### PROBLEM DETAILS
Repeat only the lines running from the beginning of the material through the line that contains "const FEW_ROWS = 8;".

### MATERIAL FOR THE TASK
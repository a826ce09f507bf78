/**
 * The bulk of a large batch: rows of plain numbers, without quotes, about media that stay the same. They are read, answered
 * and written block by block in three tight passes over typed arrays. The numbers and the order of the operations are those
 * of the row-by-row way (`row-answers.ts`); the first row that is anything else ends the block and is left to that way.
 */
import type { AnswerColumn } from './answer-columns.ts';
import type { ByteWriter } from './byte-writer.ts';
import { MOST_DIGITS } from './decimal-bytes.ts';
import { type LeanAnswers, type LeanRows, makeRows } from './lean-answer.ts';
import { type LeanReader, type PlainColumns, putWaves } from './lean-reader.ts';
import { numberValue } from './number-cell.ts';
import type { RowReader } from './row-reader.ts';
import { writeShortest } from './write-number.ts';
import { LONGEST_ROUNDED, writeRounded } from './write-rounded.ts';

const LF = 10;
const CR = 13;
const QUOTE = 34;

const MOST_ROWS = 512;
/** After a row for the other way, in case more of them come. */
const FEW_ROWS = 8;

export class PlainRows {
  private readonly answers: LeanAnswers;
  private readonly reader: LeanReader;
  private readonly columns: PlainColumns;
  private readonly fields: number;
  /** By column. */
  private readonly values: readonly Float64Array[];
  private readonly factors: Float64Array;
  private readonly separator: number;

  private readonly rows: LeanRows = makeRows(MOST_ROWS);
  private readonly from = new Int32Array(MOST_ROWS);
  private readonly to = new Int32Array(MOST_ROWS);
  /** Place behind each row, and the lines that are over by then. */
  private readonly behind = new Int32Array(MOST_ROWS);
  private readonly lines = new Int32Array(MOST_ROWS);
  private block = MOST_ROWS;

  constructor(
    answers: LeanAnswers,
    reader: LeanReader,
    columns: PlainColumns,
    fields: number,
    asked: readonly AnswerColumn[],
    separator: number,
  ) {
    this.answers = answers;
    this.reader = reader;
    this.columns = columns;
    this.fields = fields;
    this.values = asked.map((_, column) => answers.valuesOf(this.rows, column));
    this.factors = Float64Array.from(asked, ({ factor }) => factor);
    this.separator = separator;
  }

  /** Answers the plain rows that come next, at most one block of them; how many. */
  run(reader: RowReader, writer: ByteWriter): number {
    const scanned = this.scan(reader.bytes, reader.position);
    putWaves(this.rows, scanned, this.columns.inAir);
    const answered = this.answers.evaluateBlock(this.reader.surface, this.rows, scanned);
    this.block = answered < this.block ? FEW_ROWS : Math.min(2 * this.block, MOST_ROWS);
    if (answered === 0) return 0;
    for (let row = 0; row < answered; row++) this.write(reader.bytes, row, writer);
    reader.advance(this.behind[answered - 1]!, this.lines[answered - 1]!);
    return answered;
  }

  /** Finds rows and reads their numbers, up to the first that is not plain or not whole; how many. */
  private scan(bytes: Uint8Array, position: number): number {
    const { separator, fields, block, from, to, behind, lines } = this;
    const { waveField, angleField, wave, angle } = this.columns;
    const { angle_rad, given_m } = this.rows;
    const size = bytes.length;
    let i = position;
    let line = 0;
    let row = 0;
    while (row < block) {
      const start = i;
      let field = 0;
      let byte = 0;
      for (;;) {
        if (field === waveField || field === angleField) {
          // As `scanDecimal` reads it, blanks apart.
          let mantissa = 0;
          let digits = 0;
          let point = -1;
          for (; i < size; i++) {
            byte = bytes[i]!;
            if (byte >= 48 && byte <= 57) {
              mantissa = mantissa * 10 + (byte - 48);
              digits++;
            } else if (byte === 46 && point < 0) point = digits;
            else break;
          }
          if (i >= size) return row;
          if (byte === CR && bytes[i + 1] === LF) byte = bytes[++i]!;
          // A blank line begins like an empty cell.
          if (digits === 0 && field === 0 && byte === LF) break;
          if (digits === 0 || digits > MOST_DIGITS || (byte !== separator && byte !== LF)) return row;
          const exponent = point < 0 ? 0 : point - digits;
          if (field === waveField) given_m[row] = numberValue(wave, mantissa, exponent);
          else if (angle) angle_rad[row] = numberValue(angle, mantissa, exponent);
        } else {
          for (; i < size; i++) {
            byte = bytes[i]!;
            if (byte === separator || byte === LF || byte === QUOTE) break;
          }
          if (i >= size || byte === QUOTE) return row;
        }
        if (byte === LF) break;
        i++;
        field++;
      }
      const end = i > start && bytes[i - 1] === CR ? i - 1 : i;
      i++;
      line++;
      if (end === start) continue;
      if (field + 1 !== fields || !(given_m[row]! > 0)) return row;
      if (angleField < 0) angle_rad[row] = this.columns.fixedAngle_rad;
      else if (!(angle_rad[row]! >= 0)) return row;
      from[row] = start;
      to[row] = end;
      behind[row] = i;
      lines[row] = line;
      row++;
    }
    return row;
  }

  private write(bytes: Uint8Array, row: number, writer: ByteWriter): void {
    const { separator, values, factors } = this;
    const from = this.from[row]!;
    const to = this.to[row]!;
    writer.room(to - from + 2 + values.length * (LONGEST_ROUNDED + 1));
    const out = writer.bytes;
    const { digits } = writer;
    let o = writer.length;
    for (let i = from; i < to; i++) out[o++] = bytes[i]!;
    for (let column = 0; column < values.length; column++) {
      out[o++] = separator;
      const value = values[column]![row]! * factors[column]!;
      if (!Number.isFinite(value)) continue;
      o = digits === 0 ? writeShortest(value, out, o) : writeRounded(value, digits, out, o);
    }
    out[o++] = separator;
    out[o++] = LF;
    writer.extend(o);
  }
}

### YOUR SOLUTION
repository a826ce09f507bf78
/**
 * The bulk of a large batch: rows of plain numbers, without quotes, about media that stay the same. They are read, answered
 * and written block by block in three tight passes over typed arrays. The numbers and the order of the operations are those
 * of the row-by-row way (`row-answers.ts`); the first row that is anything else ends the block and is left to that way.
 */
import type { AnswerColumn } from './answer-columns.ts';
import type { ByteWriter } from './byte-writer.ts';
import { MOST_DIGITS } from './decimal-bytes.ts';
import { type LeanAnswers, type LeanRows, makeRows } from './lean-answer.ts';
import { type LeanReader, type PlainColumns, putWaves } from './lean-reader.ts';
import { numberValue } from './number-cell.ts';
import type { RowReader } from './row-reader.ts';
import { writeShortest } from './write-number.ts';
import { LONGEST_ROUNDED, writeRounded } from './write-rounded.ts';

const LF = 10;
const CR = 13;
const QUOTE = 34;

const MOST_ROWS = 512;
/** After a row for the other way, in case more of them come. */
const FEW_ROWS = 8;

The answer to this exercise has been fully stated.